=== Begin Enclosure ===

#: How each change is highlighted: (ring colour, line style, legend text, which plan).
#: Two hues far apart for the common colour-vision deficiencies, and a different line
#: style for each change, so colour is never the only cue.
CHANGE_STYLES: dict[str, tuple[str, Any, str, str]] = {
    "appeared": ("#c0117a", "solid", "appeared in AFTER", "after"),
    "worse": ("#c0117a", (0, (4, 2)), "got worse in AFTER", "after"),
    "disappeared": ("#0b8a80", "solid", "gone in AFTER (shown on BEFORE)", "before"),
    "better": ("#0b8a80", (0, (4, 2)), "got better in AFTER", "after"),
}


def _e(value: Any) -> str:
    return html.escape("" if value is None else str(value), quote=True)


def _name(path: Any) -> str:
    text = "" if path is None else str(path)
    return os.path.basename(text.rstrip("/\\")) or text


def stable_json(data: Any) -> bytes:
    """JSON bytes with sorted keys and a final newline (no NaN)."""
    return (json.dumps(data, indent=2, sort_keys=True, ensure_ascii=False, allow_nan=False) + "\n").encode("utf-8")


def write_bytes_atomic(path: str | os.PathLike, data: bytes) -> Path:
    """Write ``data`` to a temporary file beside ``path``, flush it and rename it into place."""
    path = Path(path)
    tmp = path.parent / f".floorfit-partial-{path.name}.{secrets.token_hex(6)}"
    try:
        fd = os.open(tmp, os.O_WRONLY | os.O_CREAT | os.O_EXCL, 0o666)
        with os.fdopen(fd, "wb") as fh:
            fh.write(data)
            fh.flush()
            os.fsync(fh.fileno())
        os.replace(tmp, path)
    except OSError as exc:
        tmp.unlink(missing_ok=True)
        raise InputError(f"cannot write: {exc.strerror or exc}", str(path)) from exc
    except BaseException:
        tmp.unlink(missing_ok=True)
        raise
    return path


# -- figures ----------------------------------------------------------------------------------
def _ring_radius(result: Any) -> float:
    """Ring radius, metres: a thirtieth of the plan's larger extent, at least 0.25 m."""
    x0, y0, x1, y1 = result.plan.extent_m
    return max(0.035 * max(x1 - x0, y1 - y0), 0.25)


def _ring_handle(legend, orig_handle, xdescent, ydescent, width, height, fontsize):
    from matplotlib.patches import Circle

    r = 0.45 * min(width, height) + 0.5
    return Circle((width / 2 - xdescent, height / 2 - ydescent), r)


def _highlight(fig: Any, result: Any, rings: list[tuple[str, float, float]]) -> None:
    """Ring the changed findings on the plan figure and add a legend of the rings above it."""
    from matplotlib.legend_handler import HandlerPatch
    from matplotlib.patches import Circle

    ax = fig.axes[0]
    r = _ring_radius(result)
    for change, x, y in rings:
        colour, style, _, _ = CHANGE_STYLES[change]
        ax.add_patch(Circle((x, y), r, fill=False, edgecolor=colour, linewidth=2.6, linestyle=style, zorder=13))
    first = ax.get_legend()
    if first is not None:
        ax.add_artist(first)           # keep the plan legend below; the change legend goes on top
    handles = [Circle((0, 0), 1.0, fill=False, edgecolor=c, linestyle=s, linewidth=2.0, label=text)
               for c, s, text, _ in CHANGE_STYLES.values()]
    ax.legend(handles=handles, loc="lower center", bbox_to_anchor=(0.5, 1.01), ncol=4, fontsize=7.5,
              frameon=False, handler_map={Circle: HandlerPatch(patch_func=_ring_handle)},
              handlelength=1.4, handleheight=1.4)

=== End Enclosure ===

> _WHAT IS NEEDED_: Give back exactly the lines of the listing above, starting with its first line and ending with the line that holds "in AFTER (shown".

> _RESULT OF THE TASK_:
#: How each change is highlighted: (ring colour, line style, legend text, which plan).
#: Two hues far apart for the common colour-vision deficiencies, and a different line
#: style for each change, so colour is never the only cue.
CHANGE_STYLES: dict[str, tuple[str, Any, str, str]] = {
    "appeared": ("#c0117a", "solid", "appeared in AFTER", "after"),
    "worse": ("#c0117a", (0, (4, 2)), "got worse in AFTER", "after"),
    "disappeared": ("#0b8a80", "solid", "gone in AFTER (shown on BEFORE)", "before"),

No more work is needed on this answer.